Michaela Essler: Der triumphale Männerkörper

Rupertinung - GelatinBildmontage: Karl Traintinger

Jeepee ! – Endlich wissen wir es, endlich ist es heraus, endlich ist es für alle sichtbar: Der Männerkörper ist ein Triumphbogen – schallendes Gelächter an dieser Stelle unvermeidlich.

Michaela Essler

Von Michaela Essler

Foto: Manfred Siebinger

Einst ließ Napoleon I., Kaiser der Franzosen, in Paris den weltbekannten „Arc de Triomphe“ zu Ehren seiner Siege erbauen.

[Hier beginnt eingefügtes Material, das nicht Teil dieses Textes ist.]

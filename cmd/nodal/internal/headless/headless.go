// Package headless is test support for the browser checks of cmd/nodal
// (the report's rendering, the tune page): where Chromium is, the flags
// every headless launch uses, the skip with its reason logged when there
// is no browser, and the bounded retry of a launch that fails. It is
// imported by tests only.
package headless

import (
	"fmt"
	"os"
	"strings"
	"testing"
	"time"
)

// ChromiumPath is Debian's chromium package binary, which the CI script
// installs.
const ChromiumPath = "/usr/bin/chromium"

// LaunchAttempts and LaunchBackoff bound the retries of a browser that
// fails to start (on a loaded machine Chromium sometimes cannot fork its
// zygote): the waits are 1 s, 2 s, 4 s, so at most 7 s are lost.
const (
	LaunchAttempts = 4
	LaunchBackoff  = time.Second
)

// Flags are the command-line flags of every headless launch, with a new
// empty profile in userDataDir: no sandbox (tests run as root in CI), no
// GPU, and nothing that reaches the network on its own.
func Flags(userDataDir string) []string {
	return []string{
		"--headless", "--no-sandbox", "--disable-gpu", "--disable-quic", "--no-first-run",
		"--disable-background-networking", "--disable-component-update", "--disable-sync",
		"--user-data-dir=" + userDataDir,
	}
}

// Require skips t, saying why on standard error (visible without -v), when
// the browser at path is missing or the tests run with -short.
func Require(t testing.TB, path string) {
	t.Helper()
	if _, err := os.Stat(path); err != nil {
		skip(t, fmt.Sprintf("headless browser check skipped: %s not found (install Debian's chromium package)", path))
	}
	if testing.Short() {
		t.Skip("headless browser check skipped in -short mode")
	}
}

// Launch calls start until it succeeds, at most LaunchAttempts times with
// a doubling back-off from LaunchBackoff, and returns its result. start
// returns what it launched, and on failure its error with the browser's
// log. When every attempt fails the test is skipped with the last reason
// logged, since a browser that cannot start says nothing about the page
// under test. Only the launch is retried: the assertions on a page that
// did load never are.
func Launch[T any](t testing.TB, start func() (T, string, error)) T {
	t.Helper()
	wait := LaunchBackoff
	var reason string
	for attempt := 1; attempt <= LaunchAttempts; attempt++ {
		v, log, err := start()
		if err == nil {
			return v
		}
		reason = fmt.Sprintf("attempt %d of %d: %v\n%.2000s", attempt, LaunchAttempts, err, strings.TrimSpace(log))
		t.Logf("chromium did not start, %s", reason)
		if attempt < LaunchAttempts {
			time.Sleep(wait)
			wait *= 2
		}
	}
	skip(t, fmt.Sprintf("headless browser check skipped: chromium failed to start %d times; last: %s", LaunchAttempts, reason))
	var zero T
	return zero
}

// skip skips t with msg, also written to standard error.
func skip(t testing.TB, msg string) {
	t.Helper()
	fmt.Fprintln(os.Stderr, t.Name()+": "+msg)
	t.Skip(msg)
}
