/* ---- LMTD ---- */

/* Kern (1950) Example 11.1: 340→240 °F against 200→230 °F. Kern prints
 * 69.3 °F; the log mean of 110 and 40 is 69.197, so his slide-rule value is
 * allowed 0.15 °F. The definition (Δt1 − Δt2)/ln(Δt1/Δt2) is checked tightly. */
static void
test_lmtd_kern_example(void **state)
{
	hl_error err;
	double l;

	(void)state;
	check_ok(hl_exchanger_lmtd(340.0 - 230.0, 240.0 - 200.0, &l, &err),
	    &err);
	check_abs(l, 69.3, 0.15, "Kern Ex. 11.1 LMTD as printed");
	check_rel(l, 70.0 / log(110.0 / 40.0), TOL_ROUND, "LMTD definition");
}

/* The log mean lies strictly between the geometric and the arithmetic mean
 * (Carlson, "The logarithmic mean", Amer. Math. Monthly 79 (1972) 615-618,
 * from memory), so strictly between the end differences; it is symmetric and
 * equals the common value when they meet (common practice, no source). */
static void
test_lmtd_bounds(void **state)
{
	static const double d[] = { 1e-3, 0.5, 1.0, 1.0005, 1.002, 3.0, 10.0,
		99.0, 1e4 };
	size_t i, j;
	double l, l2, lo, hi;

	(void)state;
	for (i = 0; i < sizeof d / sizeof d[0]; i++)
		for (j = 0; j < sizeof d / sizeof d[0]; j++) {
			if (i == j)
				continue;
			check_ok(hl_exchanger_lmtd(d[i], d[j], &l, NULL), NULL);
			check_ok(hl_exchanger_lmtd(d[j], d[i], &l2, NULL),
			    NULL);
			lo = fmin(d[i], d[j]);
			hi = fmax(d[i], d[j]);
			assert_true(l > lo && l < hi);
			assert_true(l > sqrt(d[i] * d[j]));
			assert_true(l < 0.5 * (d[i] + d[j]));
			check_rel(l2, l, TOL_ROUND, "LMTD symmetric");
		}
	check_ok(hl_exchanger_lmtd(7.25, 7.25, &l, NULL), NULL);
	assert_true(l == 7.25);
}

/* Near equality the naive ratio form loses about half its digits; the module
 * must stay within 1e-12 of the arithmetic mean (its distance from the mean
 * there is ~1e-21 relative: mean·u²/3 with u = 5e-11, derived). */
static void
test_lmtd_near_equal(void **state)
{
	static const double base[] = { 1e-2, 1.0, 37.5, 250.0 };
	size_t i;
	double a, b, l;

	(void)state;
	for (i = 0; i < sizeof base / sizeof base[0]; i++) {
		a = base[i] * (1.0 + 1e-10);
		b = base[i];
		check_ok(hl_exchanger_lmtd(a, b, &l, NULL), NULL);
		check_rel(l, 0.5 * (a + b), 1e-12, "LMTD near equality");
	}
}

/* The series used for |u| < 1e-3 must match the closed form there:
 * ln(a/b) = 2·atanh(u), u = (a−b)/(a+b), so LMTD = mean·u/atanh(u) (derived),
 * evaluated here directly; dropping the u⁴ term would show as ~9e-14. */
static void
test_lmtd_series(void **state)
{
	static const double uu[] = { 0.999e-3, 0.5e-3, 1e-4, 1.001e-3, 1e-2 };
	size_t i;
	double a, b = 40.0, u, l;

	(void)state;
	for (i = 0; i < sizeof uu / sizeof uu[0]; i++) {
		a = b * (1.0 + uu[i]) / (1.0 - uu[i]);
		check_ok(hl_exchanger_lmtd(a, b, &l, NULL), NULL);
		u = (a - b) / (a + b);
		check_rel(l, 0.5 * (a + b) * u / atanh(u), 3e-15,
		    "LMTD series against mean·u/atanh(u)");
	}
}

/* ---- P, R and F ---- */

/* Kern (1950) Example 11.1: R = 3.33, S (his P) = 0.214; eq. 7.41 gives
 * F = 0.878 (three decimals) and his chart 0.885 (±0.01). */
static void
test_f_kern_example(void **state)
{
	hl_error err;
	double p, r, f;

	(void)state;
	check_ok(hl_exchanger_pr(340.0, 240.0, 200.0, 230.0, &p, &r, &err),
	    &err);
	check_abs(r, 3.33, 0.005, "Kern Ex. 11.1 R");
	check_abs(p, 0.214, 0.0005, "Kern Ex. 11.1 S");
	check_ok(hl_exchanger_f(p, r, &f, &err), &err);
	check_abs(f, 0.878, TOL_PRINT3, "Kern Ex. 11.1 F by eq. 7.41");
	check_abs(f, 0.885, TOL_CHART, "Kern Ex. 11.1 F from the chart");
}

/* The module's rearranged F equals Kern (1950) eq. 7.41 as printed, over a
 * grid of R away from 1 and P up to 0.99 of P_max. */
static void
test_f_matches_eq741(void **state)
{
	static const double rr[] = { 0.05, 0.2, 0.5, 0.8, 0.95, 1.05, 1.5,
		2.0, 10.0 / 3.0, 5.0, 20.0 };
	static const double q[] = { 0.01, 0.1, 0.3, 0.5, 0.7, 0.9, 0.99 };
	size_t i, j;
	double p, f;

	(void)state;
	for (i = 0; i < sizeof rr / sizeof rr[0]; i++)
		for (j = 0; j < sizeof q / sizeof q[0]; j++) {
			p = q[j] * hl_exchanger_pmax(rr[i]);
			check_ok(hl_exchanger_f(p, rr[i], &f, NULL), NULL);
			check_rel(f, naive_f(p, rr[i]), TOL_CANCEL,
			    "F against Kern eq. 7.41");
			assert_true(f > 0.0 && f < 1.0);
		}
}

/* F = 1 at P = 0 or R = 0 and tends to 1 as either goes to 0 (Kern 1950,
 * eq. 7.41, limit; an isothermal side makes the flow pattern irrelevant:
 * common practice, no source). */
static void
test_f_limits(void **state)
{
	static const double rr[] = { 0.0, 0.3, 1.0, 2.5, 40.0 };
	size_t i;
	double f;

	(void)state;
	for (i = 0; i < sizeof rr / sizeof rr[0]; i++) {
		check_ok(hl_exchanger_f(0.0, rr[i], &f, NULL), NULL);
		assert_true(f == 1.0);
		check_ok(hl_exchanger_f(1e-9 * hl_exchanger_pmax(rr[i]),
		    rr[i], &f, NULL), NULL);
		check_abs(f, 1.0, 1e-8, "F as P -> 0");
	}
	check_ok(hl_exchanger_f(0.0, HUGE_VAL, &f, NULL), NULL);
	assert_true(f == 1.0);
	check_ok(hl_exchanger_f(0.7, 0.0, &f, NULL), NULL);
	assert_true(f == 1.0);
	check_ok(hl_exchanger_f(0.7, 1e-9, &f, NULL), NULL);
	check_abs(f, 1.0, 1e-8, "F as R -> 0");
}

/* Reciprocity F(P, R) = F(P·R, 1/R) (common practice; stated by Ahmad,
 * Linnhoff & Smith 1988). */
static void
test_f_reciprocity(void **state)
{
	static const double rr[] = { 0.1, 0.4, 0.75, 1.0, 1.3, 2.0, 6.0 };
	static const double q[] = { 0.05, 0.25, 0.5, 0.75, 0.95 };
	size_t i, j;
	double p, f, g;

	(void)state;
	for (i = 0; i < sizeof rr / sizeof rr[0]; i++)
		for (j = 0; j < sizeof q / sizeof q[0]; j++) {
			p = q[j] * hl_exchanger_pmax(rr[i]);
			check_ok(hl_exchanger_f(p, rr[i], &f, NULL), NULL);
			check_ok(hl_exchanger_f(p * rr[i], 1.0 / rr[i], &g,
			    NULL), NULL);
			check_rel(g, f, 1e-11, "F reciprocity");
		}
}

/* P_max = 2/(R+1+√(R²+1)): P_max(1) = 2 − √2, P_max(0) = 1 (derived from
 * Kern 1950 eq. 7.41); F has no real value from P_max on, and falls towards
 * 0 just below it (its denominator log diverges; derived). */
static void
test_pmax(void **state)
{
	static const double rr[] = { 0.2, 1.0, 3.0 };
	hl_error err;
	size_t i;
	double pm, f;

	(void)state;
	check_rel(hl_exchanger_pmax(1.0), 2.0 - sqrt(2.0), 1e-15, "P_max(1)");
	assert_true(hl_exchanger_pmax(0.0) == 1.0);
	assert_true(hl_exchanger_pmax(HUGE_VAL) == 0.0);
	assert_true(isnan(hl_exchanger_pmax(-0.5)));
	assert_true(isnan(hl_exchanger_pmax(NAN)));
	for (i = 0; i < sizeof rr / sizeof rr[0]; i++) {
		pm = hl_exchanger_pmax(rr[i]);
		f = -1.0;
		check_fails(hl_exchanger_f(pm, rr[i], &f, &err), &err,
		    HL_ENOSOLUTION, "use more shells");
		assert_true(f == -1.0);
		check_fails(hl_exchanger_f(pm * 1.01, rr[i], &f, &err), &err,
		    HL_ENOSOLUTION, "most one shell can reach");
		check_ok(hl_exchanger_f(pm * (1.0 - 1e-6), rr[i], &f, NULL),
		    NULL);
		assert_true(f > 0.0 && f < 0.3);
	}
}

/* At R = 1 the module agrees with Kern's R = 1 limit of eq. 7.41 and with
 * eq. 7.41 itself near R = 1 where that is still well conditioned
 * (δ >= 1e-3). Through R = 1 F is smooth: F(P, 1 ± δ) = F(P, 1) ± F'·δ to
 * within 1e-3·δ plus rounding for δ down to 1e-12, F' taken from δ = 1e-4
 * (derived); a branch or a cancelling form near R = 1 would break this. */
static void
test_f_r1_continuity(void **state)
{
	static const double pp[] = { 0.05, 0.2, 0.4, 0.5, 0.55, 0.58 };
	size_t i;
	int k;
	double f1, f, fa, fb, d, slope;

	(void)state;
	for (i = 0; i < sizeof pp / sizeof pp[0]; i++) {
		check_ok(hl_exchanger_f(pp[i], 1.0, &f1, NULL), NULL);
		check_rel(f1, naive_f_r1(pp[i]), TOL_ROUND * 10,
		    "F at R = 1 against Kern's limit");
		for (k = 1; k <= 3; k++) {
			d = pow(10.0, -k);
			if (pp[i] >= hl_exchanger_pmax(1.0 + d))
				continue;
			check_ok(hl_exchanger_f(pp[i], 1.0 + d, &f, NULL),
			    NULL);
			check_rel(f, naive_f(pp[i], 1.0 + d), 1e-10,
			    "F near R = 1 against eq. 7.41");
			check_ok(hl_exchanger_f(pp[i], 1.0 - d, &f, NULL),
			    NULL);
			check_rel(f, naive_f(pp[i], 1.0 - d), 1e-10,
			    "F near R = 1 against eq. 7.41");
		}
		check_ok(hl_exchanger_f(pp[i], 1.0 + 1e-4, &fa, NULL), NULL);
		check_ok(hl_exchanger_f(pp[i], 1.0 - 1e-4, &fb, NULL), NULL);
		slope = (fa - fb) / 2e-4;
		for (k = 5; k <= 12; k++) {
			d = pow(10.0, -k);
			check_ok(hl_exchanger_f(pp[i], 1.0 + d, &f, NULL),
			    NULL);
			check_abs(f, f1 + slope * d, 1e-3 * d + 4e-16,
			    "F smooth as R -> 1+");
			check_ok(hl_exchanger_f(pp[i], 1.0 - d, &f, NULL),
			    NULL);
			check_abs(f, f1 - slope * d, 1e-3 * d + 4e-16,
			    "F smooth as R -> 1-");
		}
	}
}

So ändern sich eben die Zeiten: Anno 1806 mußten noch Schlachten geschlagen werden, um einen Triumphbogen bauen zu lassen; heute genügt es anscheinend schon den männlichen Körper „in Action“ auszustellen, um es als Triumph zu bezeichnen. Welche Schlachten er wohl sieg- und glorreich geschlagen haben mag? Welche ruhmvollen Siege er wohl errungen haben mag, der Junge, der scheinbar allen zuruft: „Schaut’s doch alle her, was ich Tolles hab, und wie ich spritzen kann!!!“

Will man einschlägigen Frauenzeitschriften Glauben schenken, haben Männer mit ihrem Ego ja nur noch Probleme. Vielleicht ist es deshalb in Zeiten wie diesen schon ein Triumph, wenn der Mann seinen Penis überhaupt noch in die Höhe bringt.

Aber halt, halt, halt – hier handelt es sich ja um Kunst! Wer wird denn da so kleinlich sein, wer wird denn da mit seinen Gedanken gleich in derart niedere Regionen absinken? Also wirklich – ist doch alles nur Plastilin.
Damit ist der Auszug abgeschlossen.